* [Source material]:

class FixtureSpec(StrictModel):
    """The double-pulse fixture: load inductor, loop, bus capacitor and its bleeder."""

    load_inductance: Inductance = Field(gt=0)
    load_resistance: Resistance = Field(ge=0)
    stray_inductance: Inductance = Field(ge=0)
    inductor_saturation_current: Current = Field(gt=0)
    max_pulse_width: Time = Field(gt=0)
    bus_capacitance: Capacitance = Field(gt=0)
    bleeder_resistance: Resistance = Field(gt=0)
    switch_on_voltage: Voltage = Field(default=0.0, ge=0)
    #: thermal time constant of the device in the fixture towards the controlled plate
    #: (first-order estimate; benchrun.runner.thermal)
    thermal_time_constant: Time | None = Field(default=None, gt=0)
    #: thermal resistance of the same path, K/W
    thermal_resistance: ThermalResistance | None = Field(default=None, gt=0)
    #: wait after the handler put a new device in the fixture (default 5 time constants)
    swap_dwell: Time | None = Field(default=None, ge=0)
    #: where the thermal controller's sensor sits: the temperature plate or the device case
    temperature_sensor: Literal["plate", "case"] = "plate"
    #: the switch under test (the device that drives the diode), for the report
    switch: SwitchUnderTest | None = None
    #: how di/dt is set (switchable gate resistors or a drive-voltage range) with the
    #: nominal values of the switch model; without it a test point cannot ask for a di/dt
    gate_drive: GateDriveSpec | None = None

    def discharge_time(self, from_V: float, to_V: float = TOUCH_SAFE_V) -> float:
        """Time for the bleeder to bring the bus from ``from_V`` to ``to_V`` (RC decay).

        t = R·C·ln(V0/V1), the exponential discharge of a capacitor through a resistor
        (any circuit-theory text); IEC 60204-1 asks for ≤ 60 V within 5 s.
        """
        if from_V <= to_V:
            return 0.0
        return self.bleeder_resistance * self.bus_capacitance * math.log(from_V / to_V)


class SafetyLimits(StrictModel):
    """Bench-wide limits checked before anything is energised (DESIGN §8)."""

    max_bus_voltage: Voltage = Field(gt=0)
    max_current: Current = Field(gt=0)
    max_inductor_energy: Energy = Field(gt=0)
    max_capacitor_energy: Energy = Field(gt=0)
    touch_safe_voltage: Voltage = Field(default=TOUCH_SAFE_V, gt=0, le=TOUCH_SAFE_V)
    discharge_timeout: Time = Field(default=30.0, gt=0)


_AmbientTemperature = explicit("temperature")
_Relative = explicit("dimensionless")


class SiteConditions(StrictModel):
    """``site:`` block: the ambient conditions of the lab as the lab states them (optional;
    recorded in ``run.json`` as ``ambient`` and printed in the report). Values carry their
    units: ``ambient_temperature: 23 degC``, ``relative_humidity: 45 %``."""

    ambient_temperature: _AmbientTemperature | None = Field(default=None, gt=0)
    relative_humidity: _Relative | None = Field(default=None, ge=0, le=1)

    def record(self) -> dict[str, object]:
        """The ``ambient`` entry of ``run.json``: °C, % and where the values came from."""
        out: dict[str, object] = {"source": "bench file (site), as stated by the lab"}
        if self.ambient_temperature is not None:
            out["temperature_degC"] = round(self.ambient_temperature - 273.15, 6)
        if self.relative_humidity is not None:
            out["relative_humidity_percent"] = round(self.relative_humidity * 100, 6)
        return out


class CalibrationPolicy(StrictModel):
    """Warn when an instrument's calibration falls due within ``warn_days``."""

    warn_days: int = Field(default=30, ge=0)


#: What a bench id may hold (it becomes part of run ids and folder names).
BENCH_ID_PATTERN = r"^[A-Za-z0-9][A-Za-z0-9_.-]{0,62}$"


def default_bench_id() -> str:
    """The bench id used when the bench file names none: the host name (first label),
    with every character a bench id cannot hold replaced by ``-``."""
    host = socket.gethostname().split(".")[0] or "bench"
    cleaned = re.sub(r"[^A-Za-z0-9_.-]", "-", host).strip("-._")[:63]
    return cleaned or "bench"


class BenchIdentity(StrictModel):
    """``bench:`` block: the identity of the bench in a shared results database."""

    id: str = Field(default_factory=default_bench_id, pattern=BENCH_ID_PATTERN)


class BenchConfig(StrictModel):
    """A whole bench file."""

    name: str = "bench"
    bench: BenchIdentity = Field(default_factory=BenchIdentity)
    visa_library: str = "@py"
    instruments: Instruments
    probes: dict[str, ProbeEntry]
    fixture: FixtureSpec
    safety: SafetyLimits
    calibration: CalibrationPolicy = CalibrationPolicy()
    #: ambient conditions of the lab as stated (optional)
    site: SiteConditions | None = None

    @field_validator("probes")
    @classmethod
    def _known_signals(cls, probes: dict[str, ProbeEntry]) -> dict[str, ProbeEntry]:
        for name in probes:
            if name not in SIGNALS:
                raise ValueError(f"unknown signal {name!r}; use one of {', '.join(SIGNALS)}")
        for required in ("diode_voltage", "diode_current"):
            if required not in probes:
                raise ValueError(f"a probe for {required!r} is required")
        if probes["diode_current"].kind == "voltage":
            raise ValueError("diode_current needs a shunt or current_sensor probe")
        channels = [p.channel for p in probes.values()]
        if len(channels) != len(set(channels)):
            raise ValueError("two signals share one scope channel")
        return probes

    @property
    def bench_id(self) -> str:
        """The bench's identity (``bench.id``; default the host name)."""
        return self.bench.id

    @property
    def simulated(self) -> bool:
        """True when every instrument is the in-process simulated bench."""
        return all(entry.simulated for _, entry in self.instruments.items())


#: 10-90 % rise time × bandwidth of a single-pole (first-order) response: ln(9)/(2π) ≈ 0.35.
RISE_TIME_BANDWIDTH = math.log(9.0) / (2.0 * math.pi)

* * *

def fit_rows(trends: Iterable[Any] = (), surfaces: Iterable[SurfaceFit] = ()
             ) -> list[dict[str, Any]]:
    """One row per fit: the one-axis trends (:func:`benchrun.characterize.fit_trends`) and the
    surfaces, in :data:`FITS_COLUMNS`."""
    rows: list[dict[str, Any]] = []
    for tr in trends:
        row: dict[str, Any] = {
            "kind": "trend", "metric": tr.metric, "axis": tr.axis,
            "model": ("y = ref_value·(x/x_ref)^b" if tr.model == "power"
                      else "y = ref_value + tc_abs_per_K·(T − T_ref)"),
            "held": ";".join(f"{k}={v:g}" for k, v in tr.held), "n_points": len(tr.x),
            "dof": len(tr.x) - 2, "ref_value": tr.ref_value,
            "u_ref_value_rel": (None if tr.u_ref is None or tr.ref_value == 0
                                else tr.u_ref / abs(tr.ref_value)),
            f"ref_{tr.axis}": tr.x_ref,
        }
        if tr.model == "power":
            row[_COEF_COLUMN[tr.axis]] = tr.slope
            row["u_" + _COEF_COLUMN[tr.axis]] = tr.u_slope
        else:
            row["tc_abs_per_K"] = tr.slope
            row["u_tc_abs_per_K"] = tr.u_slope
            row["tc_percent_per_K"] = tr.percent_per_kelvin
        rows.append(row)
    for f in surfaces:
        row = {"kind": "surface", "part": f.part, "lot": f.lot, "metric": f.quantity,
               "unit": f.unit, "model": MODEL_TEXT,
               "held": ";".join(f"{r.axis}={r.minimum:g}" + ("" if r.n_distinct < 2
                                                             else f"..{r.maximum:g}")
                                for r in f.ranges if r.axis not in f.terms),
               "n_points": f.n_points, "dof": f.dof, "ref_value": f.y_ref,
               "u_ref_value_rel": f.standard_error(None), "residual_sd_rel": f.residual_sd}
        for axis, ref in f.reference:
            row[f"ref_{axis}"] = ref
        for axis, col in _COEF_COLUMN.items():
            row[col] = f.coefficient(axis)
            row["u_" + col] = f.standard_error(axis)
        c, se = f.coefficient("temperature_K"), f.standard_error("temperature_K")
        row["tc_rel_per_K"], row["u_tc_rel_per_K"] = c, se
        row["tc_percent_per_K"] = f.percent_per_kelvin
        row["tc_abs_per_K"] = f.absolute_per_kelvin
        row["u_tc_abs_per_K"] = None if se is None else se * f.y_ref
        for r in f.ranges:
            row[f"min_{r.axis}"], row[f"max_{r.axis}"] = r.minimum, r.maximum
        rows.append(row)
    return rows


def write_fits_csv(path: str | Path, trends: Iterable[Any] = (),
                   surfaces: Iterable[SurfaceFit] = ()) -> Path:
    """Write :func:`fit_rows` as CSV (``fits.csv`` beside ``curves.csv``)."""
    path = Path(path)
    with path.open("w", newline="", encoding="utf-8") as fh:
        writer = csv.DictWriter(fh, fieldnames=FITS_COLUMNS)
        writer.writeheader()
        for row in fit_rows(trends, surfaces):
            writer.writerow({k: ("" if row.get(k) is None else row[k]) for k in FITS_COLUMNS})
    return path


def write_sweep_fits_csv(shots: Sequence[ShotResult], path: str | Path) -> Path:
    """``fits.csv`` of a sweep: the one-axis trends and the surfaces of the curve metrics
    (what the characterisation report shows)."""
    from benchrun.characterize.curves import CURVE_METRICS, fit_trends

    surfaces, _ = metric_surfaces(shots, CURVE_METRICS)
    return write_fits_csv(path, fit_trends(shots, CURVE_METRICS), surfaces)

* [Task details]: Where a line of the records holds the word "items", copy that line.

* [Final answer]:
        return all(entry.simulated for _, entry in self.instruments.items())
        for axis, col in _COEF_COLUMN.items():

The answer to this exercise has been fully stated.